"""An estimated family of contrasts: joint test, orthogonality, SS split, adjustments.

For ``q`` = the rank of the family's coefficient rows ``C`` (``m x p``),
the joint test compares the full model with the model restricted by
``C b = 0`` (``X N``, ``N`` a basis of the null space of ``C``) through
:func:`nestfit.compare`: ``F = (SS_extra / q) / MSE`` on ``(q, df)``.

Two contrasts ``w`` and ``v`` are orthogonal under the design when their
estimates are uncorrelated, ``w' V v = 0`` with ``V = M (X'WX)^- M'``; for
the separate-means model ``V = diag(1/n_i)``, i.e. ``sum_i w_i v_i / n_i = 0``.
The single-df sums of squares of ``q`` mutually orthogonal contrasts add up
to the extra sum of squares of their joint test; for ``k - 1`` orthogonal
contrasts of a one-way layout, to the between-groups sum of squares
(Scheffe, *The Analysis of Variance*, 1959, sec. 3.5, from memory).
"""

from __future__ import annotations

from collections.abc import Iterator, Sequence
from dataclasses import dataclass, field
from typing import TYPE_CHECKING, Any

import numpy as np
import pandas as pd
import scipy.linalg

from nestfit.contrasts._builtin import ContrastFamily, family
from nestfit.contrasts._estimate import ContrastEstimate, estimate_contrast
from nestfit.errors import ContrastError

if TYPE_CHECKING:
    from nestfit._compare import Comparison
    from nestfit.contrasts._cellmeans import CellMeans
    from nestfit.contrasts._result import FamilyResult

__all__ = ["EstimatedFamily", "estimate_family", "row_rank"]

# Contrasts count as orthogonal when |corr| of their estimates is below this. Common practice.
ORTHOGONAL_TOL = 1e-9


@dataclass(frozen=True, eq=False)
class EstimatedFamily:
    """A family of contrasts estimated from one fit.

    Attributes
    ----------
    name : str
        The family's name.
    kind : str
        Its kind (``"custom"``, ``"pairs"``, ``"control"``, ...).
    estimates : tuple of ContrastEstimate
        One per contrast, two-sided.
    """

    name: str
    kind: str
    estimates: tuple[ContrastEstimate, ...]
    _means: CellMeans = field(repr=False)

    def __len__(self) -> int:
        return len(self.estimates)

    def __iter__(self) -> Iterator[ContrastEstimate]:
        return iter(self.estimates)

    @property
    def means(self) -> CellMeans:
        """The level means the contrasts are functions of."""
        return self._means

    @property
    def labels(self) -> tuple[str, ...]:
        """The contrasts' labels."""
        return tuple(e.label for e in self.estimates)

    @property
    def weights(self) -> np.ndarray:
        """``(m, k)`` weights on the level means."""
        return np.vstack([e.weights for e in self.estimates])

    @property
    def coefficients(self) -> np.ndarray:
        """``(m, p)`` rows ``c_i = w_i' M`` on the model's coefficients."""
        return np.vstack([e.coefficients for e in self.estimates])

    @property
    def df(self) -> int:
        """Residual degrees of freedom."""
        return self._means.df

    @property
    def dfs(self) -> np.ndarray:
        """``(m,)`` degrees of freedom of each contrast (all the residual df unless the level
        means use Welch-type standard errors)."""
        return np.array([e.df for e in self.estimates], dtype=float)

    @property
    def covariance(self) -> np.ndarray:
        """``(m, m)`` covariance of the estimates, ``C V C'`` (``V`` as chosen by the level
        means' ``variance``)."""
        return self._covariance(pooled=False)

    @property
    def correlation(self) -> np.ndarray:
        """``(m, m)`` correlation of the estimates (the max-t methods' matrix)."""
        return _correlation(self.covariance)

    def _covariance(self, *, pooled: bool) -> np.ndarray:
        keep = self._means._retained()
        c = self.coefficients[:, keep]
        cov = self._means.coefficient_covariance(pooled=pooled)[np.ix_(keep, keep)]
        return c @ cov @ c.T

    @property
    def rank(self) -> int:
        """``q``, the number of linearly independent contrasts in the family."""
        return row_rank(self.coefficients, self._means._retained())

    # ----------------------------------------------------------- tests
    def joint_test(self) -> Comparison:
        """F test of all contrasts at once: the model restricted by ``C b = 0`` against the fit.

        This is the nested comparison of two models, so its error term is the
        pooled residual mean square whatever ``variance`` the level means use.
        """
        from nestfit._compare import compare

        fit = self._means.fit
        restricted = self._means.restricted_fit(
            self.coefficients, f"{fit.name} with {self.name} = 0",
            f"{fit.design.description or fit.name}, restricted by every contrast of "
            f"{self.name!r} = 0")
        return compare(restricted, fit)

    def orthogonality(self) -> pd.DataFrame:
        """``w' V v`` for every pair (``sum w_i v_i / n_i`` for separate means).

        Zero off the diagonal means the two estimates are uncorrelated under
        the model's own (pooled) covariance: orthogonality is a property of
        the design and the weights, whatever ``variance`` the means use.
        """
        unscaled = self._covariance(pooled=True) / self._means.fit.mean_square
        return pd.DataFrame(unscaled, index=pd.Index(self.labels, name="contrast"),
                            columns=pd.Index(self.labels, name="contrast"))

    def is_orthogonal(self, tol: float = ORTHOGONAL_TOL) -> bool:
        """Whether every pair of estimates is uncorrelated under the design (pooled
        covariance, |correlation| <= tol)."""
        corr = _correlation(self._covariance(pooled=True))
        return bool(np.all(np.abs(corr - np.eye(len(self))) <= tol))

    def ss_split(self) -> pd.DataFrame:
        """Single-df sums of squares of an orthogonal family (they add up to the joint SS).

        Returns
        -------
        pandas.DataFrame
            Index: contrast labels; columns ``df`` (1), ``ss`` and ``share``
            (fraction of the joint extra sum of squares).

        Raises
        ------
        ContrastError
            The contrasts are not orthogonal under the design (the message
            names the first correlated pair).
        """
        corr = _correlation(self._covariance(pooled=True))
        off = np.abs(corr - np.eye(len(self)))
        if np.any(off > ORTHOGONAL_TOL):
            flat = int(np.argmax(off))
            i, j = divmod(flat, off.shape[1])
            value = float(self.orthogonality().to_numpy()[i, j])
            raise ContrastError(
                f"contrasts {self.labels[i]!r} and {self.labels[j]!r} are not orthogonal under "
                f"these group sizes (w' V v = {value:.4g}, correlation {corr[i, j]:.3g}), so "
                "their sums of squares overlap and do not add up; use contrasts orthogonal "
                "under the design, or the joint test")
        ss = np.array([e.ss for e in self.estimates])
        return pd.DataFrame({"df": np.ones(len(self), dtype=int), "ss": ss,
                             "share": ss / ss.sum()},
                            index=pd.Index(self.labels, name="contrast"))

    def adjust(self, method: str = "holm", *, level: float = 0.95,
               alternative: str = "two-sided", rng: Any = None, span: str = "family",
               points: int | None = None, replicates: int | None = None) -> FamilyResult:
        """Adjusted p-values, decisions and intervals by one multiplicity method.

        Parameters
        ----------
        method : str
            ``"none"``, ``"bonferroni"``, ``"holm"``, ``"sidak"``,
            ``"holm-sidak"``, ``"hochberg"``, ``"hommel"``, ``"bh"``,
            ``"by"``, ``"scheffe"``, ``"tukey"``, ``"dunnett"``, ``"max-t"``
            or ``"step-down-max-t"`` (see :mod:`nestfit.contrasts._simultaneous`).
        level : float
            Confidence level of the intervals; ``1 - level`` is the alpha
            of the decisions shown.
        alternative : {"two-sided", "greater", "less"}
            One-sided alternatives give one-sided p-values and bounds.
        rng : numpy.random.Generator or int, optional
            Seed for the multivariate-t integration (Dunnett, max-t methods);
            the same seed gives the same numbers.
        span : {"family", "all"}
            Scheffe only: protect every contrast in the span of the family
            (``q`` = its rank) or every contrast of the level means
            (``q = k - 1``), which covers contrasts chosen after seeing the data.
        points, replicates : int, optional
            Integration points per replicate and number of replicates of the
            multivariate-t integration (defaults in :mod:`nestfit.contrasts._mvt`).

        Returns
        -------
        FamilyResult

        Raises
        ------
        ContrastError
            A method that does not fit the family (e.g. Tukey for
            non-pairwise contrasts), with the reason.
        """
        from nestfit.contrasts._simultaneous import run_method

        return run_method(self, method, level=level, alternative=alternative, rng=rng,
                          span=span, points=points, replicates=replicates)

    def to_frame(self) -> pd.DataFrame:
        """One row per contrast: estimate, std_error, df, t, p (unadjusted, two-sided)."""
        return pd.DataFrame(
            [{"label": e.label, "estimate": e.estimate, "std_error": e.std_error, "df": e.df,
              "t": e.t, "p": e.p} for e in self.estimates])


def _correlation(cov: np.ndarray) -> np.ndarray:
    d = np.sqrt(np.diag(cov))
    corr = cov / np.outer(d, d)
    np.fill_diagonal(corr, 1.0)
    return corr


def row_rank(rows: np.ndarray, keep: np.ndarray) -> int:
    """Rank of coefficient rows on the estimable columns (rows scaled to unit length first)."""
    c = np.atleast_2d(rows)[:, keep]
    norms = np.linalg.norm(c, axis=1, keepdims=True)
    c = c[norms[:, 0] > 0] / norms[norms[:, 0] > 0]
    if c.shape[0] == 0:
        return 0
    return int(c.shape[1] - scipy.linalg.null_space(c).shape[1])


def estimate_family(means: CellMeans, spec: ContrastFamily | Sequence[Any], *,
                    name: str | None = None) -> EstimatedFamily:
    """Estimate every contrast of ``spec`` on ``means``."""
    if isinstance(spec, str):
        spec = family(spec)
    elif not isinstance(spec, ContrastFamily):
        if not isinstance(spec, Sequence):
            raise ContrastError(f"a family is a ContrastFamily or a sequence of contrasts, got "
                                f"{type(spec).__name__}")
        spec = family(*spec)
    contrasts = spec.resolve(means.levels)
    labels = [c.label for c in contrasts]
    twice = sorted({x for x in labels if labels.count(x) > 1})
    if twice:
        raise ContrastError(f"contrast label(s) {', '.join(map(repr, twice))} appear twice in "
                            "the family; give each contrast its own label")
    estimates = tuple(estimate_contrast(means, c) for c in contrasts)
    return EstimatedFamily(name or spec.name, spec.kind, estimates, means)
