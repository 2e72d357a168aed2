"""Where a contrast's standard error comes from: pooled, Welch-type, or sandwich (HC0-HC3).

Every contrast of level means is ``psi = c b`` with ``c = w' M`` (see
:mod:`nestfit.contrasts._cellmeans`); its variance is ``c' V c`` for a
covariance ``V`` of the coefficients, and its t statistic is referred to t on
``nu`` degrees of freedom. The three choices:

* ``"pooled"`` (default): ``V = s^2 (X'WX)^-``, the model's own covariance
  from the residual mean square; ``nu`` = residual df. Exact under normal
  errors with one variance in every group.
* ``"welch"``: each level keeps its own variance. For the separate-means
  model, ``Var(psi_hat) = sum_i w_i^2 s_i^2 / n_i`` with ``s_i^2`` the sample
  variance of level ``i``, and ``nu`` is Satterthwaite's approximation
  ``(sum_i v_i)^2 / sum_i v_i^2 / (n_i - 1)``, ``v_i = w_i^2 s_i^2 / n_i``
  (Satterthwaite 1946, Biometrics Bulletin 2, 110-114; Welch 1947,
  Biometrika 34, 28-35), different for every contrast. On the coefficients,
  ``V = C^-1 diag(s_i^2 / n_i) C^-T`` for the (invertible, on the estimable
  columns) coding matrix ``C``.
* ``"HC0"`` ... ``"HC3"``: the heteroscedasticity-consistent sandwich
  covariance of :func:`nestfit.checks.hc_covariance`, on any fit (grouped or
  formula, with covariates); ``nu`` = residual df (common practice, no
  source). With max-t methods this is the procedure of Herberich, Sikorski &
  Hothorn (2010, PLoS ONE 5, e9788; from memory), who recommend HC3.

The multiplicity methods then use each contrast's own ``nu``: for Welch-type
errors, Tukey-Kramer becomes the Games-Howell procedure (Games & Howell 1976,
J. Educ. Statist. 1, 113-125), Scheffe's multiplier uses ``F_{q, nu_i}``
(Brown & Forsythe 1974, Technometrics 16, 129-132; from memory), and the
max-t methods refer contrast ``i`` to the multivariate t with the estimates'
correlation and ``nu_i`` df (Hasler & Hothorn 2008, Biometrical Journal 50,
793-800; from memory). All of these are approximations; their error rates
are close to nominal when every group has a few observations or more.
"""

from __future__ import annotations

from dataclasses import dataclass, field

import numpy as np
import scipy.linalg

from nestfit._fit import Fit
from nestfit.checks import hc_covariance, welch_contrast_se
from nestfit.errors import ContrastError, NestfitError
from nestfit.linalg._groups import group_sums

__all__ = ["VARIANCES", "VarianceSource", "check_variance", "retained_covariance",
           "variance_source"]

#: The accepted values of ``variance=``.
VARIANCES: tuple[str, ...] = ("pooled", "welch", "HC0", "HC1", "HC2", "HC3")

_NAMES = {
    "pooled": "pooled residual mean square",
    "welch": "Welch-type: each level's own variance, Satterthwaite df per contrast",
    **{f"HC{j}": f"HC{j} sandwich (heteroscedasticity-consistent), residual df"
       for j in range(4)},
}
_ASSUMPTIONS = {
    "pooled": ("independent observations and normally distributed errors with the same "
               "variance in every group (the pooled residual mean square is the error term)"),
    "welch": ("independent, normally distributed observations within each group; the groups "
              "may have different variances (each level's standard error uses its own sample "
              "variance; the df are Satterthwaite's approximation)"),
}
_HC_ASSUMPTION = ("independent observations; the error variance may differ between "
                  "observations ({kind} sandwich covariance); the reference t distribution on the "
                  "residual df is a large-sample approximation, rough with few observations per "
                  "group")


def check_variance(variance: object) -> str:
    """The canonical key of ``variance`` (case-insensitive for the HC kinds)."""
    text = variance.strip().lower() if isinstance(variance, str) else ""
    key = next((k for k in VARIANCES if k.lower() == text), "")
    if not key:
        raise ContrastError(f"variance must be one of {', '.join(VARIANCES)}. Got "
                            f"{variance!r} instead.")
    return key


@dataclass(frozen=True, eq=False)
class VarianceSource:
    """The covariance used for the contrasts of one set of level means.

    Attributes
    ----------
    key : str
        One of :data:`VARIANCES`.
    name : str
        What it is, in words.
    assumptions : str
        The assumptions behind the tests that use it.
    coefficient_covariance : ndarray, shape (p, p)
        ``V`` on the model's coefficients (zero rows and columns on aliased ones).
    residual_df : int
        The model's residual df (the df of every contrast unless Welch-type).
    group_variances, counts : ndarray, optional
        ``s_i^2`` and ``n_i`` per level (Welch-type only).
    """

    key: str
    name: str
    assumptions: str
    coefficient_covariance: np.ndarray = field(repr=False)
    residual_df: int
    group_variances: np.ndarray | None = field(default=None, repr=False)
    counts: np.ndarray | None = field(default=None, repr=False)

    @property
    def per_contrast_df(self) -> bool:
        """Whether every contrast has its own df (Welch-type)."""
        return self.group_variances is not None

    def df_for(self, weights: np.ndarray) -> float:
        """The df of the contrast with these level weights."""
        if self.group_variances is None or self.counts is None:
            return self.residual_df
        try:
            return welch_contrast_se(weights, self.group_variances, self.counts)[1]
        except NestfitError as exc:
            raise ContrastError(str(exc)) from None


def retained_covariance(cov: np.ndarray, keep: np.ndarray) -> np.ndarray:
    """``cov`` with the rows and columns of aliased coefficients (``~keep``) set to zero."""
    out = np.where(np.outer(keep, keep), np.nan_to_num(np.asarray(cov, dtype=float)), 0.0)
    out.flags.writeable = False
    return out


def variance_source(fit: Fit, variance: str, keep: np.ndarray) -> VarianceSource:
    """Build the covariance ``V`` for ``variance`` (module notes) on fit ``fit``.

    Raises
    ------
    ContrastError
        Welch-type errors on anything but an unweighted separate-means grouped
        fit, or with a level of fewer than 2 observations; HC2/HC3 with an
        observation of leverage 1; an unknown ``variance``.
    """
    key = check_variance(variance)
    df = fit.residual_df
    if key == "pooled":
        return VarianceSource(key, _NAMES[key], _ASSUMPTIONS[key],
                              retained_covariance(fit.covariance, keep), df)
    if key != "welch":
        try:
            cov = hc_covariance(fit, key)  # type: ignore[arg-type]
        except NestfitError as exc:
            raise ContrastError(str(exc)) from None
        return VarianceSource(key, _NAMES[key], _HC_ASSUMPTION.format(kind=key),
                              retained_covariance(cov, keep), df)
    return _welch_source(fit, keep)


def _welch_source(fit: Fit, keep: np.ndarray) -> VarianceSource:
    groups = fit.design.groups
    if groups is None:
        raise ContrastError(
            f"variance='welch' needs a grouped fit of separate means (nestfit.groups(...)"
            f".separate_means()); model {fit.name!r} is a formula fit, whose adjusted means "
            "have no per-level variance: use variance='HC3' for a heteroscedasticity-"
            "consistent standard error instead")
    if fit.weights is not None:
        raise ContrastError(
            f"variance='welch' uses each level's unweighted sample variance, and model "
            f"{fit.name!r} is weighted; use variance='HC3', which allows for the weights")
    k = groups.factor.n_levels
    coding = np.asarray(groups.coding, dtype=float)[:, keep]
    if coding.shape[1] != k or fit.rank != k:
        raise ContrastError(
            f"variance='welch' estimates each level's mean by its own sample mean, but model "
            f"{fit.name!r} has {fit.rank} parameters for {k} levels (levels share means); use "
            "the separate-means model, or variance='HC3' for this model")
    counts = groups.factor.counts.astype(float)
    small = np.flatnonzero(counts < 2)
    if small.size:
        level = groups.factor.levels[int(small[0])]
        raise ContrastError(
            f"variance='welch' needs at least 2 observations in every level to estimate its "
            f"variance; level {level!r} of {groups.factor.name!r} has {int(counts[small[0]])}; "
            "use the pooled variance, or collect more data for that level")
    sums = group_sums(groups.factor.codes, np.asarray(fit.y, dtype=float), k)
    s2 = sums.within_ss / (counts - 1.0)
    if not float(s2.max()) > 0:
        raise ContrastError(
            f"every level of {groups.factor.name!r} has all its values equal: there is no "
            "variance to estimate")
    inv = scipy.linalg.solve(coding, np.eye(k))  # C^-1 on the estimable columns
    sub = inv @ np.diag(s2 / counts) @ inv.T
    cov = np.zeros((keep.size, keep.size))
    cov[np.ix_(keep, keep)] = (sub + sub.T) / 2.0
    cov.flags.writeable = False
    for arr in (s2, counts):
        arr.flags.writeable = False
    return VarianceSource("welch", _NAMES["welch"], _ASSUMPTIONS["welch"], cov, fit.residual_df,
                          s2, counts)
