"""Floor 3: factors, partitions, codings, the formula bridge and the Design object."""

from __future__ import annotations

from nestfit.design._blocks import Blocks
from nestfit.design._coding import (
    Coding,
    CodingMatrix,
    Deviation,
    FromHypotheses,
    Helmert,
    Indicator,
    Polynomial,
    Reference,
    SuccessiveDifferences,
    coding_from_name,
)
from nestfit.design._design import ColumnInfo, Design, GroupStructure
from nestfit.design._factor import Factor
from nestfit.design._partition import Partition

__all__ = [
    "Blocks",
    "Coding",
    "CodingMatrix",
    "ColumnInfo",
    "Design",
    "Deviation",
    "Factor",
    "FromHypotheses",
    "GroupStructure",
    "Helmert",
    "Indicator",
    "Partition",
    "Polynomial",
    "Reference",
    "SuccessiveDifferences",
    "coding_from_name",
]
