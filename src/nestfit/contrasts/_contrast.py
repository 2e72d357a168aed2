"""A contrast: weights on the level means, kept apart from how the design was coded.

A :class:`Contrast` is a specification: an expression (``"A - mean(B, C)"``),
a mapping ``{level: weight}`` or a sequence of weights in level order. It
becomes a weight vector ``w`` only against a concrete list of levels
(:meth:`Contrast.weights_for`), where unknown levels, empty ``...`` and
weights that do not sum to zero are caught.
"""

from __future__ import annotations

import math
from collections.abc import Mapping, Sequence
from dataclasses import dataclass, field, replace
from typing import Any

import numpy as np

from nestfit.contrasts._parse import (
    Binary,
    Expr,
    Level,
    Mean,
    Neg,
    Num,
    ParsedContrast,
    Rest,
    combine,
    parse_contrast,
)
from nestfit.design._coding_custom import _as_weight
from nestfit.errors import ContrastError, FactorError

__all__ = ["Contrast", "contrast", "format_weights"]

# Weights count as summing to zero when |sum w| <= this times sum |w|. Common practice, no source.
SUM_TOL = 1e-10


@dataclass(frozen=True, eq=False)
class Contrast:
    """A linear combination ``sum_i w_i mu_i`` of the level means ``mu_i``.

    Build with :func:`contrast`. The weights are resolved against a factor's
    levels by :meth:`weights_for`.

    Attributes
    ----------
    label : str
        The name shown in results.
    general : bool
        ``True`` accepts weights that do not sum to zero (an estimable linear
        function of the means, such as one level's mean); ``False`` (the
        default) requires a contrast, ``sum_i w_i = 0``.
    """

    label: str
    general: bool = False
    _parsed: ParsedContrast | None = field(default=None, repr=False)
    _mapping: tuple[tuple[str, float], ...] | None = field(default=None, repr=False)
    _positional: tuple[float, ...] | None = field(default=None, repr=False)

    def weights_for(self, levels: Sequence[str]) -> np.ndarray:
        """The weight vector over ``levels`` (in that order).

        Raises
        ------
        FactorError
            A level the factor does not have (the message lists the levels).
        ContrastError
            The wrong number of positional weights, ``...`` standing for no
            level, all weights zero, or weights not summing to zero without
            ``general=True``.
        """
        lv = tuple(str(x) for x in levels)
        if self._parsed is not None:
            w = _evaluate(self._parsed, lv, self.label)
        elif self._mapping is not None:
            w = np.zeros(len(lv))
            for level, weight in self._mapping:
                w[_index(lv, level, self.label)] += weight
        else:
            assert self._positional is not None
            if len(self._positional) != len(lv):
                raise ContrastError(
                    f"contrast {self.label!r} has {len(self._positional)} weights but the factor "
                    f"has {len(lv)} levels ({', '.join(lv)}); give one weight per level, in "
                    "level order, or a mapping {level: weight}")
            w = np.asarray(self._positional, dtype=float)
        return _check_weights(w, lv, self.label, self.general)

    def with_label(self, label: str) -> Contrast:
        """The same contrast under another label."""
        return replace(self, label=_check_label(label))

    def __repr__(self) -> str:
        extra = ", general=True" if self.general else ""
        return f"Contrast({self.label!r}{extra})"


def contrast(spec: Any, *, label: str | None = None, general: bool = False) -> Contrast:
    """Build a contrast from an expression, a mapping or a sequence of weights.

    Parameters
    ----------
    spec : str, mapping, sequence of float or Contrast
        ``"A - mean(B, C)"``, ``"(A + B)/2 - C"``, ``"2*A - B - C"``,
        ``"label = H4 - mean(...)"`` (our own syntax, see
        :mod:`nestfit.contrasts._parse`; parsed, never evaluated);
        ``{"A": 1, "B": -0.5, "C": -0.5}``; or ``[1, -0.5, -0.5]`` in level
        order.
    label : str, optional
        Name shown in results; default the label written before ``=``, the
        expression text, or the weights written out.
    general : bool, default False
        Accept weights that do not sum to zero: then the object is a general
        estimable linear function of the level means, not a contrast.

    Returns
    -------
    Contrast

    Raises
    ------
    ParseError
        Malformed expression, with the position of the fault.
    ContrastError
        Non-numeric or non-finite weights, an empty mapping, a label given
        both in the text and as ``label=``.

    Examples
    --------
    >>> c = contrast("serviced = H4 - mean(...)")
    >>> c.label
    'serviced'
    >>> c.weights_for(["H1", "H2", "H3", "H4", "H5"]).tolist()
    [-0.25, -0.25, -0.25, 1.0, -0.25]
    """
    if isinstance(spec, Contrast):
        out = spec if label is None else spec.with_label(label)
        return replace(out, general=bool(general)) if general else out
    if isinstance(spec, str):
        parsed = parse_contrast(spec)
        if parsed.label is not None and label is not None:
            raise ContrastError(f"the contrast {spec!r} is labelled in its text "
                                f"({parsed.label!r}) and by label={label!r}; give one label")
        name = label if label is not None else parsed.label or " ".join(spec.split())
        return Contrast(_check_label(name), bool(general), _parsed=parsed)
    if isinstance(spec, Mapping):
        if not spec:
            raise ContrastError("the mapping of weights is empty; give {level: weight} pairs")
        pairs = tuple((str(k), _as_weight(v, f"contrast weight of level {k!r}"))
                      for k, v in spec.items())
        name = label if label is not None else format_weights([p[0] for p in pairs],
                                                               [p[1] for p in pairs])
        return Contrast(_check_label(name), bool(general), _mapping=pairs)
    if isinstance(spec, bytes) or not hasattr(spec, "__iter__"):
        raise ContrastError(
            f"a contrast is an expression such as 'A - mean(B, C)', a mapping {{level: weight}} "
            f"or a sequence of weights; got {type(spec).__name__}")
    weights = tuple(_as_weight(v, f"contrast weight {i + 1}") for i, v in enumerate(spec))
    if not weights:
        raise ContrastError("the sequence of weights is empty; give one weight per level")
    name = label if label is not None else "(" + ", ".join(f"{w:g}" for w in weights) + ")"
    return Contrast(_check_label(name), bool(general), _positional=weights)


def format_weights(levels: Sequence[str], weights: Sequence[float] | np.ndarray) -> str:
    """Weights written in the expression syntax, e.g. ``H4 - 0.2*H1 - 0.2*H2``."""
    parts: list[str] = []
    for level, w in zip(levels, weights):
        if w == 0:
            continue
        size = abs(float(w))
        coef = "" if size == 1.0 else f"{size:.6g}*"
        sign = "-" if w < 0 else "+"
        parts.append(f"{sign} {coef}{_quote(str(level))}")
    if not parts:
        return "0"
    text = " ".join(parts)
    return text[2:] if text.startswith("+ ") else "-" + text[2:]


def _quote(label: str) -> str:
    plain = label and not any(c in label for c in " \t+-*/(),=\"'") and label != "mean"
    if plain:
        try:
            float(label)
        except ValueError:
            return label
    return '"' + label + '"' if '"' not in label else "'" + label + "'"


def _check_label(label: Any) -> str:
    if not isinstance(label, str) or not label.strip():
        raise ContrastError(f"a contrast label must be non-empty text, got {label!r}")
    return label.strip()


def _index(levels: tuple[str, ...], level: str, label: str) -> int:
    if level in levels:
        return levels.index(level)
    hint = ""
    digits = len(level) - len(level.lstrip("0123456789."))
    if 0 < digits < len(level) and level[digits:] in levels:
        hint = f" (for a multiple write {level[:digits]}*{level[digits:]})"
    raise FactorError(f"contrast {label!r} names level {level!r}, which the factor does not "
                      f"have{hint}; its levels are {', '.join(levels)}")


def _evaluate(parsed: ParsedContrast, levels: tuple[str, ...], label: str) -> np.ndarray:
    named = parsed.named_levels()
    for name in named:
        _index(levels, name, label)
    rest = np.array([lv not in named for lv in levels], dtype=float)

    def value(node: Expr) -> Any:
        if isinstance(node, Num):
            return node.value
        if isinstance(node, Level):
            out = np.zeros(len(levels))
            out[levels.index(node.name)] = 1.0
            return out
        if isinstance(node, (Neg, Binary)):
            return combine(node, value)
        if isinstance(node, Mean):
            total: Any = 0.0
            count = 0
            for item in node.items:
                if isinstance(item, Rest):
                    if not rest.any():
                        raise ContrastError(
                            f"in contrast {label!r}, '...' stands for no level: every level "
                            f"({', '.join(levels)}) is named elsewhere in the expression")
                    total = total + rest
                    count += int(rest.sum())
                else:
                    total = total + value(item)
                    count += 1
            return total / count
        raise TypeError(f"unknown node {node!r}")  # pragma: no cover

    return np.asarray(value(parsed.expr), dtype=float)


def _check_weights(w: np.ndarray, levels: tuple[str, ...], label: str,
                   general: bool) -> np.ndarray:
    if not np.all(np.isfinite(w)):
        raise ContrastError(f"contrast {label!r} has non-finite weights; check the numbers")
    size = math.fsum(np.abs(w).tolist())
    if size == 0.0:
        raise ContrastError(f"contrast {label!r} has all weights zero over the levels "
                            f"{', '.join(levels)}; it compares nothing")
    total = math.fsum(w.tolist())
    if not general and abs(total) > SUM_TOL * size:
        raise ContrastError(
            f"contrast {label!r} has weights summing to {total:.6g}, not 0, so it is not a "
            "contrast between level means; fix the weights, or pass general=True for a general "
            "linear function of the means (such as one level's mean)")
    w = w + 0.0
    w.flags.writeable = False
    return w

■ ■ ■ ■ ■

* **Required action**: The answer should be an exact copy of the lines from the first line of the data through the line with "the joint test compares" and should contain nothing else.

* **Response box**:
"""An estimated family of contrasts: joint test, orthogonality, SS split, adjustments.

For ``q`` = the rank of the family's coefficient rows ``C`` (``m x p``),
the joint test compares the full model with the model restricted by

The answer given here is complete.